Exercise directions: Your answer should be the lines of the listing that contain the word "packed".

(Exercise materials begins)

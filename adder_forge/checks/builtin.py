"""The built-in check: evaluate the IR bit-parallel and compare with the interface's reference (Python
integer arithmetic, ``ir.interface``)."""

from __future__ import annotations

import os
import threading
from collections import deque
from concurrent.futures import ThreadPoolExecutor
from dataclasses import dataclass

import numpy as np

from .evaluate import Evaluator, Kernel, schedule
from ..ir.network import Network
from ..ir.pipeline import registers
from ..base.progress import NULL, Progress
from ..emit.vectors import (ONES, BlockScratch, ExhaustiveBlocks, Plan, VectorSet, expected, iface_planes, plane_bit,
                            to_planes, valid_mask)


@dataclass(frozen=True)
class Mismatch:
    a: int
    b: int
    cin: int
    expected: int  # the outputs packed as the interface packs them: {overflow, cout, sum}, present ports only
    got: int
    sub: int | None = None  # the add-subtract select, when the adder has one

    def describe(self, width: int) -> str:
        digits = (width + 4) // 4 + 1
        sub = "" if self.sub is None else f" sub={self.sub}"
        return (f"a=0x{self.a:0{(width + 3) // 4}x} b=0x{self.b:0{(width + 3) // 4}x} cin={self.cin}{sub} "
                f"expected=0x{self.expected:0{digits}x} got=0x{self.got:0{digits}x}")


@dataclass(frozen=True)
class CheckResult:
    checker: str
    vectors: int
    failed: int
    first: Mismatch | None
    detail: str = ""

    @property
    def ok(self) -> bool:
        return self.failed == 0 and self.vectors > 0


def out_bits(net: Network) -> int:
    return net.iface.out_bits


def mismatch(iface, values: dict, got: int) -> Mismatch:
    """A failing vector, its expected outputs from the interface's reference."""
    return Mismatch(values["a"], values["b"], values.get("cin", 0), iface.expected(values), got, values.get("sub"))


def check_set(ev: Evaluator, vs: VectorSet) -> tuple[int, Mismatch | None]:
    iface = ev.net.iface
    outs = ev.run(iface_planes(vs, iface))
    got = np.concatenate([outs[p.name] for p in iface.outputs])
    nbits = iface.out_bits
    want = to_planes(expected(vs, iface), nbits)
    diff = np.bitwise_or.reduce(got ^ want, axis=0) & valid_mask(len(vs))
    failed = int(np.bitwise_count(diff).sum())
    if not failed:
        return 0, None
    word = int(np.flatnonzero(diff)[0])
    w_bits = int(diff[word])
    k = word * 64 + ((w_bits & -w_bits).bit_length() - 1)
    return failed, mismatch(iface, vs.values(k), plane_bit(got, k))


PIECE = 1 << 18  # vectors a worker checks at a time (a multiple of 64)
BLOCK_WORDS = 1 << 13  # exhaustive checks: 64-bit words a worker evaluates at a time (2^19 vectors)
BLOCKS_PER_TASK = 8  # ... and blocks per task handed to a thread (fewer hand-offs, finer progress)


def default_workers() -> int:
    """Threads a check uses unless told: two where there are two cores (the machine this targets)."""
    return min(2, os.cpu_count() or 1)


def check(net: Network, plan: Plan, chunk: int = 1 << 20, workers: int | None = None,
          progress: Progress | None = None, label: str = "builtin") -> CheckResult:
    """Check every vector of ``plan`` against Python integer addition.

    An exhaustive plan of a width of 6 or more is checked bit-sliced (``ExhaustiveBlocks``): no vector is
    ever held, so 2^33 vectors take the memory of one block per thread. Any other plan is drawn chunk by
    chunk as the emitted testbench draws it (``chunk`` decides which random vectors there are) and each
    chunk is checked in pieces while the next is drawn; at most a few chunks are alive at once, so memory
    does not grow with the vector count. Either way ``workers`` threads share the work (numpy releases
    the GIL in its array loops), results are taken in plan order, every failure is counted and the first
    is reported exactly. ``progress`` gets one task, ``label``, counted in vectors.
    """
    progress = progress or NULL
    workers = workers or default_workers()
    with progress.task(label, total=plan.count, unit="vectors") as task:
        if registers(net):  # a pipelined adder: cycle by cycle, each result K edges later (clocked.py)
            from .clocked import check_clocked

            total, failed, first, detail = check_clocked(net, plan, chunk, task=task)
            return CheckResult("builtin", total, failed, first and mismatch(net.iface, *first), detail)
        if plan.exhaustive and plan.width >= 6 and _bitsliced_fits(net.iface):
            return _check_bitsliced(net, plan, workers, task)
        return _check_streamed(net, plan, chunk, workers, task)


def _bitsliced_fits(iface) -> bool:
    """The bit-sliced enumeration's reference is the plain add (a test holds it equal to the interface's);
    other operations take the streamed path, whose reference is ``vectors.expected``."""
    return iface.operation == "add" and not iface.has("overflow")


def _run_jobs(jobs, workers: int, task) -> tuple[int, object]:
    """Run ``jobs`` ((function, args, vectors) each, returning (failures, first or None)) on ``workers``
    threads with a bounded queue, so that jobs are made only as fast as they are done. Returns the total
    failures and the first failure in job order."""
    failed, first = 0, None
    pending: deque = deque()

    def collect() -> None:
        nonlocal failed, first
        fut, n = pending.popleft()
        f, m = fut.result()
        failed += f
        first = first if first is not None else m
        task.advance(n)

    with ThreadPoolExecutor(max_workers=workers) as pool:
        for fn, args, n in jobs:
            pending.append((pool.submit(fn, *args), n))
            while len(pending) > 2 * workers:
                collect()
        while pending:
            collect()
    return failed, first


def _check_streamed(net: Network, plan: Plan, chunk: int, workers: int, task) -> CheckResult:
    ev = Evaluator(net)
    total = 0

    def jobs():
        nonlocal total
        for vs in plan.chunks(chunk):
            total += len(vs)
            for start in range(0, len(vs), PIECE):
                piece = vs.part(start, start + PIECE)
                yield check_set, (ev, piece), len(piece)

    failed, first = _run_jobs(jobs(), workers, task)
    return CheckResult("builtin", total, failed, first, plan.describe())


class _BlockWorker:
    """One thread's compiled network and buffers for bit-sliced exhaustive blocks."""

    def __init__(self, sched, blocks: ExhaustiveBlocks):
        self.blocks = blocks
        self.kernel = Kernel(sched, blocks.words)
        self.scratch = BlockScratch(blocks.words)
        self.slot_of = {}
        for j in range(blocks.bits):
            port, bit = blocks.port_bit(j)
            self.slot_of[j] = self.kernel.input(port)[bit]
        for j, plane in enumerate(blocks.fixed_planes()):
            self.slot_of[j][:] = plane
        outs = self.kernel.output("sum")
        if "cout" in sched.outputs:
            outs = outs + self.kernel.output("cout")
        self.got = outs  # the packed order of the interface's outputs (add: sum, then cout)

    def run(self, block: int) -> tuple[int, tuple[int, int] | None]:
        """(failing lanes, (vector index, got) of the first) for one block."""
        bx = self.blocks
        for j, v in enumerate(bx.block_bits(block), start=bx.fixed_bits):
            self.slot_of[j].fill(ONES if v else 0)
        self.kernel.run()
        bad = bx.mismatches(block, self.got, self.scratch)
        if not bad.any():
            return 0, None
        word = int(np.flatnonzero(bad)[0])
        lanes = int(bad[word])
        lane = (lanes & -lanes).bit_length() - 1
        got = sum(((int(p[word]) >> lane) & 1) << j for j, p in enumerate(self.got))
        return int(np.bitwise_count(bad).sum()), ((block * bx.words + word) * 64 + lane, got)


def _check_bitsliced(net: Network, plan: Plan, workers: int, task) -> CheckResult:
    if net.iface.has("cin") != plan.carry_in or net.iface.width != plan.width or plan.sub:
        raise ValueError("the plan is for another adder's ports")
    sched = schedule(net)
    blocks = ExhaustiveBlocks(plan.width, plan.carry_in, BLOCK_WORDS)
    local = threading.local()

    def run(first_block: int, count: int) -> tuple[int, tuple[int, int] | None]:
        worker = getattr(local, "worker", None)
        if worker is None:
            worker = local.worker = _BlockWorker(sched, blocks)
        failed, first = 0, None
        for blk in range(first_block, first_block + count):
            f, m = worker.run(blk)
            failed += f
            first = first if first is not None else m
        return failed, first

    per_task = BLOCKS_PER_TASK
    vectors_per_block = blocks.words * 64
    jobs = ((run, (start, min(per_task, blocks.blocks - start)),
             min(per_task, blocks.blocks - start) * vectors_per_block) for start in range(0, blocks.blocks, per_task))
    failed, first = _run_jobs(jobs, workers, task)
    if first is not None:
        index, got = first
        a, b, cin = blocks.vector(index)
        first_bad = mismatch(net.iface, {"a": a, "b": b, "cin": cin}, got)
    else:
        first_bad = None
    total = blocks.blocks * vectors_per_block
    return CheckResult("builtin", total, failed, first_bad, plan.describe())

(Exercise materials ends)

Solution:
    expected: int  # the outputs packed as the interface packs them: {overflow, cout, sum}, present ports only
        self.got = outs  # the packed order of the interface's outputs (add: sum, then cout)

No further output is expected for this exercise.